I'll hear the quiet flapping noise of Mabel's doggy door after I've passed, and as I continue walking along, with my back to the Taco Bell House, I'll hear a muffled bark and a moan from Mabel.  I turn around, and there she is - standing up against the fence, looking at me, with her soft, black eyes and floppy, fuzzy ears, waiting for me to turn around and return to her.

For all I know, she may do that with anybody who walks by, and we have a lot of people who walk for exercise in our leafy neighborhood.  Yet I've seen other neighbors walk by Mabel's home, and she never comes out to greet them.  So I like to think I've got a little something special happening with her.

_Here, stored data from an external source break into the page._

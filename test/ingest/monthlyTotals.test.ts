import { describe, expect, it } from "vitest";
import { MonthlyTotalsSink, monthlyTotals } from "../../src/ingest/monthlyTotals.ts";
import type { IntervalSeries } from "../../src/domain/types.ts";

const Q = 15 * 60000;

function series(startMs: number, values: number[]): IntervalSeries {
  return { meterId: "M1", intervalMinutes: 15, startMs: Float64Array.from(values, (_, k) => startMs + k * Q), values: Float64Array.from(values) };
}

describe("monthlyTotals (local calendar months; expected counts hand-computed from 15 U.S.C. 260a DST dates)", () => {
  // 2024-03-31 23:00 EDT = 2024-04-01 03:00Z: four intervals in March, four in April.
  const s = series(Date.UTC(2024, 3, 1, 3), [1, 2, 3, 4, 5, 6, 7, 8]);

  it("splits at local midnight, applies the multiplier, and counts DST-aware expected intervals", () => {
    expect(monthlyTotals(s, "America/New_York", 2)).toEqual([
      // March 2024 in New York: 31 days minus the skipped hour = 743 h → 2972 quarter hours.
      { month: "2024-03", total: 20, intervals: 4, expectedIntervals: 2972 },
      { month: "2024-04", total: 52, intervals: 4, expectedIntervals: 2880 },
    ]);
  });

  it("the same instants are all April in UTC", () => {
    expect(monthlyTotals(s, "UTC", 1)).toEqual([{ month: "2024-04", total: 36, intervals: 8, expectedIntervals: 2880 }]);
  });

  it("lists empty months between data and counts November 2024 as 721 h (fall-back)", () => {
    const a = { meterId: "M1", intervalMinutes: 60, startMs: Float64Array.of(Date.UTC(2024, 9, 15), Date.UTC(2024, 11, 15)), values: Float64Array.of(1, 1) };
    expect(monthlyTotals(a, "America/New_York", 1).map((m) => [m.month, m.intervals, m.expectedIntervals])).toEqual([
      ["2024-10", 1, 744],
      ["2024-11", 0, 721],
      ["2024-12", 1, 744],
    ]);
  });

  it("sums with compensation: 0.1 added 35,040 times is 3504 to 1e-10 (a plain loop is off by 2.1e-9)", () => {
    const many = series(Date.UTC(2023, 0, 1, 5), new Array(35040).fill(0.1));
    const total = monthlyTotals(many, "America/New_York", 1).reduce((a, m) => a + m.total, 0);
    expect(Math.abs(total - 3504)).toBeLessThan(1e-10);
  });

  it("the streaming sink agrees with the function", () => {
    const sink = new MonthlyTotalsSink(() => "America/New_York");
    const i = sink.meter("M1");
    s.startMs.forEach((t, k) => sink.row(i, t, s.values[k]));
    expect(sink.result(() => 2).get("M1")).toEqual(monthlyTotals(s, "America/New_York", 2));
  });
});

And she knows I can't resist her.  Yes, I turn back around and stroll over to Mabel, whose seems to be begging for some attention, since she wants me to think her owners don't give her any...  which I know is a lie on Mabel's part...  but I let her think I haven't caught on to her little ploy.  Some people say a dab of deception is good for a relationship.  I don't know about that, but I know that it gets Mabel what she wants.  I reach through the wrought-iron fence and scratch behind her ears, rub her head, stroke her neck, and pat her on her back.  I talk to her and tell her how beautiful she is.  It's all an ego trip for her, of course - we both know that - and she drinks it up.  And then, after a short while, she backs away.  Her ego has been well and truly restored.  Without a sound, she turns around to head back inside.

I realize that these secret meetings of ours probably aren't the best basis for a long-term relationship.  But we seem to have had little problems with the racial thing; her being black, and me being white.  Even the species thing hasn't been much of a problem.  And there's little commitment involved, which works well for both of us.

Although... I've begun to worry a little bit about what will happen to our relationship this fall, when our human clocks get set back an hour, and the sun sets so early.  My walks will be in the dark, so will Mabel be able to see me?  Will she be looking for me before the sun sets, which will then be a couple of hours before my walk?  I hope she won't be devastated if she doesn't see me.  Or... will she forget all about me?

At least I can find some solace in the fact that the two of us will have had the Summer of '17.

_____

Update - March 5, 2019:  Yes, during the two dark winters that have passed since Mabel and I began our little thing, there were times when I'd walk by in the darkness, and Mabel happened to see me, and she'd come out of her little doggie door so we could steal some quality time together. 

Or, so, that's how it seemed to me. 
 

The other day, however, I was talking with Mabel's human mommy, and my bubble was burst.  It seems that Mabel goes out to greet EVERYBODY who walks by, whether she knows them or not.  And we have a lot of folks in our neighborhood who walk, and they carry doggie treats with them for furry friends like Mabel.  They've asked Mabel's parents for permission to give her the treats, and they feed them to Mabel through their wrought-iron fence. 

When I learned that, I realized Mabel comes out to greet me, not because she has a special affection for me, but because I'm just another humanoid passing by who probably has a treat for her... that's why she eagerly sticks her nose through the fence.  And when I never provide one, after about a minute, Mabel cuts her losses and goes back inside. 

And here I thought we had a thing going on!


Actually, while learning the truth is hard, frankly, it fits more with the way my life's experiences with romance have gone.  Perhaps I guess I expected a different result from "man's best friend."  

Oh well - at least Mabel keeps giving me a chance, right?